(Dataset entries)
┌──

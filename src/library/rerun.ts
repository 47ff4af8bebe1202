/** `rerunFolder`: reproduce a finished run from its own tables and compare the bytes — the `rerun` command as a function. */
import { z } from 'zod';
import { rerunDirectory, type RerunResult } from '../app/rerun.ts';
import { DEFAULTS } from './defaults.ts';
import { abortSignal, callback, flag, pathText, readOptions, wholeNumber } from './options.ts';

/** The options of `rerunFolder` (the `rerun` command's, by the same defaults). */
export interface RerunFolderOptions {
  /** The finished run folder (run.json complete). Required. */
  folder: string;
  /** Keep the rerun in this folder (must be empty unless `force`). Default: a temporary folder, removed. */
  outDir?: string;
  /** Replace the files of a non-empty `outDir`. Default false. */
  force?: boolean;
  /** Simulation threads for the rerun (a count ≥ 1; the bytes do not depend on it). Default: as `runScenario` chooses. */
  workers?: number;
  /** Called with each warning, one line each. */
  onWarning?: (message: string) => void;
  /** Aborting it stops the rerun at the next batch (a RunInterrupted error). */
  signal?: AbortSignal;
}

/** What `rerunFolder` found: one comparison per table, and whether every table came out byte-identical. */
export type RerunFolderResult = RerunResult;

const schema: z.ZodType<RerunFolderOptions> = z.strictObject({
  folder: pathText('a folder path (string)'),
  outDir: pathText('a folder path (string)').optional(),
  force: flag().optional(),
  workers: wholeNumber(1).optional(),
  onWarning: callback<(message: string) => void>('(message) => void').optional(),
  signal: abortSignal().optional(),
});

/**
 * Reruns a finished run from the scenario, seed, shard and engine stored in its tables and
 * compares every table's bytes (`identical` in the result): the `rerun` command. Problems are
 * `InputError`s.
 */
export async function rerunFolder(options: RerunFolderOptions): Promise<RerunFolderResult> {
  const o = readOptions('rerunFolder', schema, options);
  return rerunDirectory({ dir: o.folder, outDir: o.outDir, force: o.force ?? DEFAULTS.force, workers: o.workers, onWarning: o.onWarning, signal: o.signal });
}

└──

> Task to complete
What are the lines above, starting at the one with "rerunDirectory, type RerunResult" and ending at the one with "const o = readOptions('rerunFolder', schema, options);"? Give them again exactly, and only them.

> Response below
import { rerunDirectory, type RerunResult } from '../app/rerun.ts';
import { DEFAULTS } from './defaults.ts';
import { abortSignal, callback, flag, pathText, readOptions, wholeNumber } from './options.ts';

/** The options of `rerunFolder` (the `rerun` command's, by the same defaults). */
export interface RerunFolderOptions {
  /** The finished run folder (run.json complete). Required. */
  folder: string;
  /** Keep the rerun in this folder (must be empty unless `force`). Default: a temporary folder, removed. */
  outDir?: string;
  /** Replace the files of a non-empty `outDir`. Default false. */
  force?: boolean;
  /** Simulation threads for the rerun (a count ≥ 1; the bytes do not depend on it). Default: as `runScenario` chooses. */
  workers?: number;
  /** Called with each warning, one line each. */
  onWarning?: (message: string) => void;
  /** Aborting it stops the rerun at the next batch (a RunInterrupted error). */
  signal?: AbortSignal;
}

/** What `rerunFolder` found: one comparison per table, and whether every table came out byte-identical. */
export type RerunFolderResult = RerunResult;

const schema: z.ZodType<RerunFolderOptions> = z.strictObject({
  folder: pathText('a folder path (string)'),
  outDir: pathText('a folder path (string)').optional(),
  force: flag().optional(),
  workers: wholeNumber(1).optional(),
  onWarning: callback<(message: string) => void>('(message) => void').optional(),
  signal: abortSignal().optional(),
});

/**
 * Reruns a finished run from the scenario, seed, shard and engine stored in its tables and
 * compares every table's bytes (`identical` in the result): the `rerun` command. Problems are
 * `InputError`s.
 */
export async function rerunFolder(options: RerunFolderOptions): Promise<RerunFolderResult> {
  const o = readOptions('rerunFolder', schema, options);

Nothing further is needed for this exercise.